外国法の法理は、明治民法においては旧民法以来日本独自の固有法が多いために、家族法の解釈において主要な参考資料にならないと説明されていた[39]。
これに対し、日本独自の家制度が除去された戦後の改正民法は大陸法の発展である[40]。特に相続法につき、専門用語や技術的な規定を通して、旧民法以来のフランス法の影響が強調[41]されることがある。

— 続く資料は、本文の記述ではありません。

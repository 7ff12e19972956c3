"""The pictures: each takes the request of another operation, and draws that operation's result."""

from __future__ import annotations

from collections.abc import Callable, Mapping, Sequence
from functools import partial
from typing import Any

import numpy as np

from ...pictures import agreement, bias, capability, charts, curves, economic, gauge
from ...spc.cautions import Caution
from ...spc.charts import CHARTS, Chart
from ...spc.studies.bias import bias as bias_study
from ...spc.studies.crossed import CrossedStudy
from ...spc.studies.nested import NestedStudy
from ...spc.charts.common import PanelLimits
from .. import answers
from ..contract import Contract
from ..schemas.capability import specification_of
from ..schemas.charts import ChartRequest, request_of
from ..schemas.common import labels_of
from .capability import study_of
from .charts import fitted, judged
from ...spc.design.economic import ProcessEconomics, neighbourhood
from ..schemas.economic import requirements_of
from ..schemas.studies import levels_of
from ..schemas.common import rules_of
from .designs import design_economic, design_subgroups
from .run_length import run_length
from .studies import agreement_of, crossed_of, nested_of

TAG = "Pictures"
Drawing = Callable[[dict[str, Any]], str]
"""A picture of what is computed from what a request's shape loaded."""


def register(contract: Contract) -> None:
    """Binds the picture of every operation that has one."""
    contract.tag(
        TAG,
        "The same requests, answered as SVG: drawn from the same result, told in words to a screen reader, and "
        "the same bytes for the same request.",
    )
    for chart in CHARTS.values():
        stem, takes = chart.stem, request_of(chart.name)
        _bind(contract, f"fit{stem}Limits", f"draw{stem}Limits", partial(draw_limits, chart, takes))
        _bind(contract, f"judge{stem}", f"draw{stem}Signals", partial(draw_signals, chart, takes))
    _bind(contract, "assessMeasurements", "drawMeasurements", draw_measurements)
    _bind(contract, "designSubgroups", "drawSubgroupDesign", draw_subgroup_design)
    _bind(contract, "computeRunLength", "drawRunLength", draw_run_length)
    _bind(contract, "designEconomic", "drawEconomicDesign", draw_economic_design)
    _bind(contract, "analyseCrossedStudy", "drawCrossedStudy", draw_crossed_study)
    _bind(contract, "analyseNestedStudy", "drawNestedStudy", draw_nested_study)
    _bind(contract, "analyseAgreementStudy", "drawAgreementStudy", draw_agreement_study)
    _bind(contract, "analyseBiasStudy", "drawBiasStudy", draw_bias_study)


def _bind(contract: Contract, source_id: str, operation_id: str, drawing: Drawing) -> None:
    source = contract.bound(source_id)
    contract.operation(
        source.method,
        f"{source.path}/picture",
        operation_id=operation_id,
        tag=TAG,
        summary=f"Picture: {source.summary[0].lower()}{source.summary[1:]}",
        description=f"Takes the request of `POST {source.path}` and answers a picture (SVG) of its result. It holds "
        "no script and no reference to anything else, so that it may stand in a page as it is.",
        request=source.request,
        response=None,
        media_type=answers.SVG,
        problems=source.problems,
        example=source.examples,
    )(drawing)


# Charts ---------------------------------------------------------------------------------------------


def draw_limits(chart: Chart, takes: ChartRequest, loaded: dict[str, Any]) -> str:
    """The baseline under its own limits; the limits alone where there is none."""
    result = fitted(chart, takes, loaded)
    record = result.limits.baseline
    return _draw(
        chart,
        loaded.get("characteristic"),
        result.limits,
        result.baseline,
        loaded.get("data", {}),
        result.cautions,
        excluded=() if record is None else tuple(one.index for one in record.excluded),
    )


def draw_signals(chart: Chart, takes: ChartRequest, loaded: dict[str, Any]) -> str:
    """New data under frozen limits."""
    kept, result = loaded["limits"], judged(chart, takes, loaded)
    return _draw(chart, kept.characteristic, kept[1], result, loaded["data"], result.cautions, new=True)


def _draw(
    chart: Chart,
    characteristic: Mapping[str, Any] | None,
    limits: Any,
    found: Any,
    posted: dict[str, Any],
    cautions: Sequence[Caution],
    *,
    new: bool = False,
    excluded: tuple[int, ...] = (),
) -> str:
    of = characteristic or {}
    return charts.draw(
        charts.Charted(
            chart=chart,
            name=of.get("name"),
            unit=of.get("unit"),
            new=new,
            panels=None if found is None else found.panels,
            frozen={
                name: PanelLimits(lines.centre, lines.lower, lines.upper)
                for name, lines in charts.panels_of(limits.panels)
            },
            verdict=None if found is None else found.verdict,
            signals=() if found is None else found.signals,
            signals_found=0 if found is None else found.signals_found,
            excluded=excluded,
            cautions=tuple(caution.code for caution in cautions),
            **labels_of(posted),
        )
    )


# Studies and designs --------------------------------------------------------------------------------


def draw_measurements(loaded: dict[str, Any]) -> str:
    """A capability study."""
    found = study_of(loaded)
    of = loaded.get("characteristic") or {}
    return capability.draw(
        capability.Studied(
            name=of.get("name"),
            unit=of.get("unit"),
            values=loaded["data"]["values"] if "data" in loaded else None,
            specification=specification_of(loaded["specification"]).effective,
            status=found.status,
            capability=found.capability,
            quantiles=found.quantiles,
            machine=found.machine,
            fitted=found.fitted,
            cautions=tuple(caution.code for caution in found.cautions),
        )
    )


def draw_subgroup_design(loaded: dict[str, Any]) -> str:
    """The operating characteristics of the plan and of the present one; or plans compared."""
    answer = design_subgroups(loaded)
    return curves.operating(
        loaded["shift"], answer["characteristics"], answer["present"], answer["comparison"]
    )


def draw_economic_design(loaded: dict[str, Any]) -> str:
    """The cost around the plan of least cost."""
    found = design_economic(loaded)["design"]
    around = neighbourhood(
        ProcessEconomics(**loaded["process"]),
        found,
        requirements=requirements_of(loaded),
        rules=rules_of(loaded.get("rules")) or None,
    )
    return economic.draw(found, around)


def draw_run_length(loaded: dict[str, Any]) -> str:
    """Run lengths by shift."""
    answer = run_length(loaded)
    kind = next(name for name in curves.KINDS if name in loaded)
    return curves.run_lengths(
        kind,
        tuple(
            curves.RunLengthAt(
                shift=one["shift"],
                scale=one["scale"],
                factor=one["factor"],
                arl=one["arl"],
                percentiles=tuple((part["probability"], part["points"]) for part in one["percentiles"]),
            )
            for one in answer["run_lengths"]
        ),
    )


# Measurement studies --------------------------------------------------------------------------------


def draw_crossed_study(loaded: dict[str, Any]) -> str:
    """Where the spread of a crossed study comes from, and what each appraiser found."""
    table, found = crossed_of(loaded)
    interaction = None
    if found.interaction_p_value is not None:
        interaction = f"Appraisers differing from part to part (interaction): p = {found.interaction_p_value:.3g}"
        interaction += ", counted as repeatability." if found.interaction_pooled else "."
    return gauge.draw(
        gauge.Gauged(
            **_characteristic(loaded),
            shared=True,
            appraisers=table.appraisers,
            parts=(table.parts,) * len(table.appraisers),
            measurements=table.measurements.swapaxes(0, 1),
            interaction=interaction,
            **_gauge_of(found),
            cautions=_codes(found.cautions),
        )
    )


def draw_nested_study(loaded: dict[str, Any]) -> str:
    """The same of a nested study."""
    table, found = nested_of(loaded)
    return gauge.draw(
        gauge.Gauged(
            **_characteristic(loaded),
            shared=False,
            appraisers=table.appraisers,
            parts=table.parts,
            measurements=table.measurements,
            interaction=None,
            **_gauge_of(found),
            cautions=_codes((*table.cautions, *found.cautions)),
        )
    )


def _gauge_of(found: CrossedStudy | NestedStudy) -> dict[str, Any]:
    """What both kinds of study say of a gauge."""
    return {
        "grand_mean": found.grand_mean,
        "components": found.components,
        "discrimination": found.discrimination,
        "own": found.repeatability_by_appraiser,
        "confidence": found.confidence,
    }


def _characteristic(loaded: Mapping[str, Any]) -> dict[str, str | None]:
    of = loaded.get("characteristic") or {}
    return {"name": of.get("name"), "unit": of.get("unit")}


def _codes(found: Sequence[Caution]) -> tuple[str, ...]:
    return tuple(caution.code for caution in found)


def draw_agreement_study(loaded: dict[str, Any]) -> str:
    """How far people who sort agree, and on which items they do not."""
    table, found = agreement_of(loaded)
    ratings = table.ratings.reshape(len(table.items), -1)
    right = ratings[:, 0] if table.reference is None else table.reference
    disputed = np.flatnonzero((ratings != right[:, None]).any(axis=1))
    return agreement.draw(
        agreement.Agreed(
            name=_characteristic(loaded)["name"],
            study=found,
            disputed=[table.items[at] for at in disputed.tolist()],
            right_known=table.reference is not None,
            cautions=_codes(found.cautions),
        )
    )


def draw_bias_study(loaded: dict[str, Any]) -> str:
    """Bias against the reference, with its line."""
    levels = levels_of(loaded["data"])
    found = bias_study(levels, confidence=loaded["confidence"])
    return bias.draw(
        bias.Biased(
            **_characteristic(loaded),
            study=found,
            values=[level.values for level in levels],
            cautions=_codes(found.cautions),
        )
    )
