"""Measurement studies: what a gauge, or people who sort, add to what they measure."""

from __future__ import annotations

from collections.abc import Mapping
from dataclasses import fields
from typing import Any

from ...spc.explain import studies as worked
from ...spc.explain.steps import Step
from ...spc.studies.agreement import AgreementStudy, agreement
from ...spc.studies.bias import bias
from ...spc.studies.columns import (
    CrossedTable,
    NestedTable,
    RatingTable,
    crossed_table,
    nested_table,
    rating_table,
)
from ...spc.studies.crossed import CrossedStudy, crossed
from ...spc.studies.nested import NestedStudy, nested
from .. import problems
from ..contract import Contract
from ..schemas.common import cautions
from ..schemas.studies import (
    AgreementAnswer,
    AgreementRequest,
    BiasAnswer,
    BiasRequest,
    CrossedAnswer,
    CrossedRequest,
    NestedAnswer,
    NestedRequest,
    levels_of,
    terms_of,
)

TAG = "Measurement studies"


def _answer(study: Any, *left_out: str, **instead: Any) -> dict[str, Any]:
    """The members of a result, but those left out, and with others in the place of some or besides."""
    own = {entry.name: getattr(study, entry.name) for entry in fields(study) if entry.name not in left_out}
    return {**own, **instead}


def crossed_of(loaded: dict[str, Any]) -> tuple[CrossedTable, CrossedStudy]:
    """The measurements of a crossed study, and what they come to."""
    table = crossed_table(**loaded["data"])
    return table, crossed(table.measurements, pooling_alpha=loaded["pooling_alpha"], **terms_of(loaded))


def nested_of(loaded: dict[str, Any]) -> tuple[NestedTable, NestedStudy]:
    """The same of a nested study."""
    table = nested_table(**loaded["data"])
    return table, nested(table.measurements, **terms_of(loaded))


def crossed_study(loaded: dict[str, Any]) -> dict[str, Any]:
    """Components of a crossed study."""
    table, found = crossed_of(loaded)
    return _answer(
        found,
        "cell_means",
        "cell_ranges",
        parts=table.parts,
        appraisers=table.appraisers,
        cells=table.cells(found.cell_means, found.cell_ranges),
        cautions=cautions(found.cautions),
    )


def nested_study(loaded: dict[str, Any]) -> dict[str, Any]:
    """Components of a nested study."""
    table, found = nested_of(loaded)
    return _answer(
        found,
        "part_means",
        "part_ranges",
        appraisers=table.appraisers,
        cells=table.cells(found.part_means, found.part_ranges),
        cautions=cautions((*table.cautions, *found.cautions)),
    )


def agreement_of(loaded: dict[str, Any]) -> tuple[RatingTable, AgreementStudy]:
    """The ratings of an agreement study, and what they come to."""
    right = loaded.get("reference")
    table = rating_table(
        **loaded["data"],
        categories=loaded.get("categories"),
        reference=None if right is None else (right["items"], right["ratings"]),
        nonconforming=loaded.get("nonconforming"),
    )
    return table, agreement(
        table.ratings,
        categories=table.categories,
        appraisers=table.appraisers,
        reference=table.reference,
        nonconforming=table.nonconforming,
        confidence=loaded["confidence"],
    )


def agreement_study(loaded: dict[str, Any]) -> dict[str, Any]:
    """Agreement of appraisers who sort."""
    table, found = agreement_of(loaded)
    return _answer(
        found,
        appraisers=table.appraisers,
        categories=table.categories,
        cautions=cautions(found.cautions),
    )


def bias_study(loaded: dict[str, Any]) -> dict[str, Any]:
    """Bias and linearity of a gauge."""
    found = bias(levels_of(loaded["data"]), confidence=loaded["confidence"])
    return _answer(found, cautions=cautions(found.cautions))


def explain_crossed(loaded: dict[str, Any], answer: Mapping[str, Any]) -> tuple[Step, ...]:
    """The worked steps of a crossed study."""
    values, asked = crossed_table(**loaded["data"]).measurements, terms_of(loaded)
    found = crossed(values, pooling_alpha=loaded["pooling_alpha"], **asked)
    return worked.of_crossed(values, found, asked["tolerance"], asked.get("process_sd"))


def explain_nested(loaded: dict[str, Any], answer: Mapping[str, Any]) -> tuple[Step, ...]:
    """The worked steps of a nested study."""
    values, asked = nested_table(**loaded["data"]).measurements, terms_of(loaded)
    return worked.of_nested(values, nested(values, **asked), asked["tolerance"], asked.get("process_sd"))


def explain_agreement(loaded: dict[str, Any], answer: Mapping[str, Any]) -> tuple[Step, ...]:
    """The worked steps of an agreement study."""
    table, found = agreement_of(loaded)
    return worked.of_agreement(table.ratings, found)


def explain_bias(loaded: dict[str, Any], answer: Mapping[str, Any]) -> tuple[Step, ...]:
    """The worked steps of a bias study."""
    levels = levels_of(loaded["data"])
    return worked.of_bias(levels, bias(levels, confidence=loaded["confidence"]))


def register(contract: Contract) -> None:
    """Binds the measurement studies."""
    contract.tag(TAG, "What a gauge, or people who sort, add to what they measure.")
    contract.operation(
        "POST",
        "/v1/measurement-studies/crossed",
        operation_id="analyseCrossedStudy",
        tag=TAG,
        summary="Crossed gauge study",
        description="Repeatability, reproducibility and part variation by the analysis of variance of a balanced "
        "two-way random model, with confidence intervals; shares of the variation and of the specification; the "
        "number of distinct categories; what the gauge does to a capability index and to a chart of means. The "
        "interaction is pooled where its p-value is above `pooling_alpha`. One trial: the interaction is part of "
        "repeatability. One appraiser: one-way analysis. Sources: aiag-msa-2010, burdick-borror-montgomery-2005.",
        request=CrossedRequest(),
        response=CrossedAnswer(),
        problems=(problems.NOT_COMPUTABLE,),
        example="measurement-studies-crossed",
        provenance="crossed-study",
        explain=explain_crossed,
    )(crossed_study)
    contract.operation(
        "POST",
        "/v1/measurement-studies/nested",
        operation_id="analyseNestedStudy",
        tag=TAG,
        summary="Nested gauge study",
        description="The same for parts that only one appraiser can measure, as when measuring destroys them: parts "
        "within appraisers, pieces of a part as trials. What differs between those pieces counts as repeatability. "
        "Sources: searle-casella-mcculloch-1992, burdick-borror-montgomery-2005.",
        request=NestedRequest(),
        response=NestedAnswer(),
        problems=(problems.NOT_COMPUTABLE,),
        example="measurement-studies-nested",
        provenance="nested-study",
        explain=explain_nested,
    )(nested_study)
    contract.operation(
        "POST",
        "/v1/measurement-studies/attributes",
        operation_id="analyseAgreementStudy",
        tag=TAG,
        summary="Agreement of appraisers who sort",
        description="How far appraisers agree with themselves, with each other and with a reference: shares with "
        "exact intervals, Cohen's kappa of pairs and against the reference, Fleiss' kappa over all; misses and false "
        "alarms. Sources: aiag-msa-2010, cohen-1960, fleiss-1971, fleiss-levin-paik-2003.",
        request=AgreementRequest(),
        response=AgreementAnswer(),
        problems=(problems.NOT_COMPUTABLE,),
        example="measurement-studies-attributes",
        provenance="agreement-study",
        explain=explain_agreement,
    )(agreement_study)
    contract.operation(
        "POST",
        "/v1/measurement-studies/bias",
        operation_id="analyseBiasStudy",
        tag=TAG,
        summary="Bias and linearity of a gauge",
        description="Bias at each reference value with its t interval, and the line of bias along the gauge's range "
        "with its band and a test of its fit. Stability, bias over time, is judged by a control chart of one "
        "reference part. Sources: aiag-msa-2010, iso-22514-7-2021.",
        request=BiasRequest(),
        response=BiasAnswer(),
        problems=(problems.NOT_COMPUTABLE,),
        example="measurement-studies-bias",
        provenance="bias-study",
        explain=explain_bias,
    )(bias_study)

刑事訴訟法や憲法と異なり、立法におけるGHQからの積極的干渉及びアメリカ法の影響は否定されている[42]。 現行の日本民法典の財産法部分については、日本法独自の部分を有しながらも基本的にはフランス民法典の延長線上にあった旧民法と異なり、膨大な外国法典、草案、法令等を参照し、比較法の手法によって取捨選択することで立案されたと評価されており[43](参酌民法[44])、その中でも特にヴィントシャイトを中心にローマ法を再構成して起草されたドイツ民法第一議会草案[45][46]に多くを依拠しているとするのが伝統的通説である[47]。 ただし、物権法の分野に限っては、日本独自の法慣習や社会的実態を考慮すべきことから、影響が他分野に比べ相対的に低くなっている(特に不動産物権変動)[48]。もっとも、土地法分野は、旧民法からの離脱が最も顕著な分野の一つでもある[49]。 このドイツ民法第一草案は、19世紀ヨーロッパの法律思想である個人主義的自由主義の集大成であり[50]、自然法論にも歴史法学にも偏することなく、民族を問わず適用されるローマ法の万民法を抽象化したもので、世界各国の立法・判例・学説に多大な影響を与えた完成度の高いものであった。 しかし、その自由主義と政治的中立性の故に、社会的弱者への積極的救済が社会政策に丸投げといううらみがあり、またそのローマ法的・個人主義的性格は、農村由来の団体主義を基本とするゲルマン法との抵触が問題となり、更に、学問的抽象性の高さは実務的な運用性に長ける分、法律の素人には難解であった。ギールケらによる批判を受けて第二・第三草案で修正されたものの、根本的修正は至らずドイツ民法典として成立している[51]。 民法典論争を経て成立した明治民法(特に財産法)もそれらの性質を継承しているため、批判の対象になっている[52]。 なおドイツ固有のゲルマン法の影響が拡大した第二草案は起草の途中から参照している[53]。特に即時取得の制度にゲルマン法の影響が見られる[54]。 日本民法起草にあたって参照された他のドイツ法系の法典・草案としては、ザクセン、プロイセン、スイス(連邦法・州法)[55]、オーストリア、モンテネグロなどがあり、他方、フランス法系ではフランス・イタリア・スペイン・ベルギー・オランダ・ポルトガルなど、英米法系ではインドやイギリス・アメリカ法など[56]、そのほかにもロシア民法などが挙げられており、この内特に有益であったものとして、ドイツ・スイス・モンテネグロ・スペインが梅によって挙げられている[57][58]。 それらの影響の比率については、明治時代の民法学者岡松参太郎は、当時の立法過程を分析した結果、独6、仏3、英0.2、日本慣習0.8であると指摘していた[59]。 なお英米法に由来するものとしては、ウルトラ・ヴィーレスの法理を規定した民法34条(法人の能力)や、Hadley v. Baxendale事件の判決で表明されたルールを継受した民法416条(損害賠償の範囲)等がある。起草者の穂積が当初イギリスに留学したことの影響と推測されている[60]が、梅の担当部分にも僅かに英法の影響が見られるほか[61]、大陸法系の民法中特に条文数が少なく、必要最低限しか書かずに多くを判例に委ねる規定の仕方自体、判例法国である英米法の考え方を一部採りいれたと理解されている[62]。